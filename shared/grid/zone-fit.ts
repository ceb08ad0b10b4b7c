import { difference, featureCollection, intersect, multiPolygon } from "@turf/turf";
import type { MultiPolygon, Polygon } from "geojson";
import { isInsideWorkLimit, workLimitArea, type Position, type ProjectedMultiPolygon } from "./work-limit";

/**
 * How a zone sits against the work limit and the other zones, in projected coordinates (project
 * length unit). A zone is a part of the work limit: what lies outside it holds no cells and would
 * only mislead, so the setup service refuses a zone reaching outside by more than `tolerance`
 * square units (a sliver far smaller than a cell, so zones that share the limit's own vertices
 * pass whatever the rounding of their lon/lat). Overlapping zones are allowed, as the one rule of
 * membership gives a shared cell to the earlier zone; the page says so.
 *
 * The clipping runs on coordinates shifted to the limit's first vertex: state plane coordinates
 * run to millions of feet, which would cost the clipper digits a small zone needs.
 */

export interface ZoneOutside {
  /** Plan area of the zone outside the work limit, square project units; NaN when the clipper could not measure it. */
  areaOutside: number;
  /** The first vertex (1-based, as a person counts) lying outside by more than the tolerance's side; null when only an edge cuts across. */
  vertex: { polygon: number; ring: number; vertex: number } | null;
}

function shifted(polygons: ProjectedMultiPolygon, [originX, originY]: Position): Position[][][] {
  return polygons.map((polygon) =>
    polygon.map((ring) => {
      const moved = ring.map(([x, y]) => [x - originX, y - originY] as Position);
      const [firstX, firstY] = moved[0];
      const [lastX, lastY] = moved[moved.length - 1];
      if (firstX !== lastX || firstY !== lastY) moved.push([firstX, firstY]);
      return moved;
    }),
  );
}

function areaOf(geometry: Polygon | MultiPolygon | undefined | null): number {
  if (!geometry) return 0;
  return workLimitArea((geometry.type === "Polygon" ? [geometry.coordinates] : geometry.coordinates) as ProjectedMultiPolygon);
}

/** Shortest distance from a point to the limit's rings. */
function distanceToRings(limit: ProjectedMultiPolygon, [x, y]: Position): number {
  let best = Infinity;
  for (const polygon of limit) {
    for (const ring of polygon) {
      for (let current = 0, previous = ring.length - 1; current < ring.length; previous = current++) {
        const [x1, y1] = ring[previous];
        const [x2, y2] = ring[current];
        const dx = x2 - x1, dy = y2 - y1;
        const lengthSquared = dx * dx + dy * dy;
        const along = lengthSquared === 0 ? 0 : Math.max(0, Math.min(1, ((x - x1) * dx + (y - y1) * dy) / lengthSquared));
        best = Math.min(best, Math.hypot(x - (x1 + along * dx), y - (y1 + along * dy)));
      }
    }
  }
  return best;
}

/** Distance from a point to the segment a–b. */
function distanceToSegment([x, y]: Position, [x1, y1]: Position, [x2, y2]: Position): number {
  const dx = x2 - x1, dy = y2 - y1;
  const lengthSquared = dx * dx + dy * dy;
  const along = lengthSquared === 0 ? 0 : Math.max(0, Math.min(1, ((x - x1) * dx + (y - y1) * dy) / lengthSquared));
  return Math.hypot(x - (x1 + along * dx), y - (y1 + along * dy));
}

const cross = (a: Position, b: Position, c: Position) => (b[0] - a[0]) * (c[1] - a[1]) - (b[1] - a[1]) * (c[0] - a[0]);

function edgesOf(polygons: ProjectedMultiPolygon): Array<[Position, Position]> {
  const edges: Array<[Position, Position]> = [];
  for (const polygon of polygons) for (const ring of polygon) for (let index = 0; index + 1 < ring.length; index++) edges.push([ring[index], ring[index + 1]]);
  return edges;
}

/**
 * True when `zone` lies inside `limit` to within `slack` (a length), judged from the outlines
 * alone: every zone vertex inside the limit or within `slack` of its rings, no zone edge crossing
 * a limit edge (edges running along each other within `slack` do not count), and no limit vertex
 * inside the zone farther than `slack` from its rings (an island or a notch of the limit within
 * the zone). The polygon clipper misjudges a zone whose edges run along the limit's own within
 * rounding (a zone clipped to the limit, read back from lon/lat): it may then count the whole
 * zone as outside, or fail. This check stands beside it.
 */
export function liesInsideByOutline(zone: ProjectedMultiPolygon, limit: ProjectedMultiPolygon, slack: number): boolean {
  for (const polygon of zone) for (const ring of polygon) for (const vertex of ring) {
    if (!isInsideWorkLimit(limit, vertex[0], vertex[1]) && distanceToRings(limit, vertex) > slack) return false;
  }
  const limitEdges = edgesOf(limit);
  for (const [p, q] of edgesOf(zone)) {
    for (const [a, b] of limitEdges) {
      const d1 = cross(a, b, p), d2 = cross(a, b, q), d3 = cross(p, q, a), d4 = cross(p, q, b);
      const proper = ((d1 > 0 && d2 < 0) || (d1 < 0 && d2 > 0)) && ((d3 > 0 && d4 < 0) || (d3 < 0 && d4 > 0));
      if (!proper) continue;
      // Along each other within the slack: the zone's edge follows the limit's.
      if ((distanceToSegment(p, a, b) <= slack && distanceToSegment(q, a, b) <= slack) || (distanceToSegment(a, p, q) <= slack && distanceToSegment(b, p, q) <= slack)) continue;
      // Crossing within the slack of an end: a vertex on the limit's edge.
      if ([p, q].some((end) => distanceToSegment(end, a, b) <= slack) || [a, b].some((end) => distanceToSegment(end, p, q) <= slack)) continue;
      return false;
    }
  }
  for (const polygon of limit) for (const ring of polygon) for (const vertex of ring) {
    if (isInsideWorkLimit(zone, vertex[0], vertex[1]) && distanceToRings(zone, vertex) > slack) return false;
  }
  return true;
}

/** Where `zone` reaches outside `limit` by more than `tolerance` square units; null when it lies inside. */
export function zoneOutsideLimit(zone: ProjectedMultiPolygon, limit: ProjectedMultiPolygon, tolerance: number): ZoneOutside | null {
  const origin = limit[0]?.[0]?.[0] ?? [0, 0];
  // A vertex off the limit by more than the side of the tolerance's square is named; one on the
  // boundary (a shared vertex) is not.
  const slack = Math.sqrt(tolerance);
  let areaOutside: number;
  try {
    const outside = difference(featureCollection([multiPolygon(shifted(zone, origin)), multiPolygon(shifted(limit, origin))]));
    areaOutside = areaOf(outside?.geometry);
  } catch {
    areaOutside = Number.NaN; // the clipper failed: the outlines decide
  }
  if (areaOutside <= tolerance) return null;
  // Rounding of shared edges, far below the tolerance: a sliver along the whole outline stays under it.
  if (liesInsideByOutline(zone, limit, slack * 1e-3)) return null;
  for (let p = 0; p < zone.length; p++) {
    for (let r = 0; r < zone[p].length; r++) {
      const ring = zone[p][r];
      for (let v = 0; v < ring.length; v++) {
        const [x, y] = ring[v];
        if (!isInsideWorkLimit(limit, x, y) && distanceToRings(limit, ring[v]) > slack) return { areaOutside, vertex: { polygon: p + 1, ring: r + 1, vertex: v + 1 } };
      }
    }
  }
  return { areaOutside, vertex: null };
}

/** Plan area two zones share, square project units. */
export function zoneOverlapArea(first: ProjectedMultiPolygon, second: ProjectedMultiPolygon): number {
  const origin = first[0]?.[0]?.[0] ?? [0, 0];
  try {
    const shared = intersect(featureCollection([multiPolygon(shifted(first, origin)), multiPolygon(shifted(second, origin))]));
    return areaOf(shared?.geometry);
  } catch {
    return 0; // the clipper failed on outlines running along each other: no overlap is said
  }
}

/** The part of `zone` inside `limit` (an empty list when none), in the same coordinates. */
export function clipToLimit(zone: ProjectedMultiPolygon, limit: ProjectedMultiPolygon): ProjectedMultiPolygon {
  const origin = limit[0]?.[0]?.[0] ?? [0, 0];
  const inside = intersect(featureCollection([multiPolygon(shifted(zone, origin)), multiPolygon(shifted(limit, origin))]));
  if (!inside) return [];
  const polygons = inside.geometry.type === "Polygon" ? [inside.geometry.coordinates] : inside.geometry.coordinates;
  return polygons.map((rings) => rings.map((ring) => ring.map(([x, y]) => [x + origin[0], y + origin[1]] as Position)));
}
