interface EntryFormProps {
  kind: EntryKind;
  snapshot: FieldSnapshot;
  initial: FormValues;
  initialPhotos?: QueuedPhoto[];
  /** Errors the server gave for this entry, by field. */
  serverErrors?: Record<string, string>;
  /** The record is already stored (a find whose photos wait): its fields can no longer change here. */
  locked?: boolean;
  editing: boolean;
  onSave: (draft: EntryDraft) => Promise<void>;
  onCancel?: () => void;
  /** The finds a handover or a status change may name (value: a find's id, or "queued:<entry id>"). */
  findChoices?: Array<{ value: string; label: string }>;
}

/** Handle polymer and slurry lines with care; the shift log's and jar test's cautions name it in full on the online pages. */
const DEWATERING_FIELD_CAUTION = "Polymer is slick and harms eyes and skin: gloves and eye protection, clean a spill at once. Never open a coupling under pressure. Stop filling a tube at the supplier's fill height. The figures are aids, not approval: product and dose follow the permit.";

/** A shift's figures worked out on the device from the entry, with the same functions the server stores them with; null until the entry is complete. */
function shiftFiguresOf(body: Record<string, unknown>, snapshot: FieldSnapshot) {
  if (!snapshot.dewatering || !shiftInputSchema.safeParse(body).success) return null;
  const measured = shiftMeasurementsOf(body as unknown as LoggedShift, snapshot.dewatering.solidsSpecificGravity);
  return measured ? computeShiftFigures(measured, snapshot.project.lengthUnit as LengthUnit) : null;
}

function Caution({ children }: { children: React.ReactNode }) {
  return <p className="rounded border-l-4 border-caution bg-panel px-3 py-2 text-sm">{children}</p>;
}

------------------------------------------------------------

Assignment:
Look above for the line that contains "if (firstX !== lastX". Starting there, transcribe every line exactly until you have copied the line that contains "zone edge crossing".

Task response:
      if (firstX !== lastX || firstY !== lastY) moved.push([firstX, firstY]);
      return moved;
    }),
  );
}

function areaOf(geometry: Polygon | MultiPolygon | undefined | null): number {
  if (!geometry) return 0;
  return workLimitArea((geometry.type === "Polygon" ? [geometry.coordinates] : geometry.coordinates) as ProjectedMultiPolygon);
}

/** Shortest distance from a point to the limit's rings. */
function distanceToRings(limit: ProjectedMultiPolygon, [x, y]: Position): number {
  let best = Infinity;
  for (const polygon of limit) {
    for (const ring of polygon) {
      for (let current = 0, previous = ring.length - 1; current < ring.length; previous = current++) {
        const [x1, y1] = ring[previous];
        const [x2, y2] = ring[current];
        const dx = x2 - x1, dy = y2 - y1;
        const lengthSquared = dx * dx + dy * dy;
        const along = lengthSquared === 0 ? 0 : Math.max(0, Math.min(1, ((x - x1) * dx + (y - y1) * dy) / lengthSquared));
        best = Math.min(best, Math.hypot(x - (x1 + along * dx), y - (y1 + along * dy)));
      }
    }
  }
  return best;
}

/** Distance from a point to the segment a–b. */
function distanceToSegment([x, y]: Position, [x1, y1]: Position, [x2, y2]: Position): number {
  const dx = x2 - x1, dy = y2 - y1;
  const lengthSquared = dx * dx + dy * dy;
  const along = lengthSquared === 0 ? 0 : Math.max(0, Math.min(1, ((x - x1) * dx + (y - y1) * dy) / lengthSquared));
  return Math.hypot(x - (x1 + along * dx), y - (y1 + along * dy));
}

const cross = (a: Position, b: Position, c: Position) => (b[0] - a[0]) * (c[1] - a[1]) - (b[1] - a[1]) * (c[0] - a[0]);

function edgesOf(polygons: ProjectedMultiPolygon): Array<[Position, Position]> {
  const edges: Array<[Position, Position]> = [];
  for (const polygon of polygons) for (const ring of polygon) for (let index = 0; index + 1 < ring.length; index++) edges.push([ring[index], ring[index + 1]]);
  return edges;
}

/**
 * True when `zone` lies inside `limit` to within `slack` (a length), judged from the outlines
 * alone: every zone vertex inside the limit or within `slack` of its rings, no zone edge crossing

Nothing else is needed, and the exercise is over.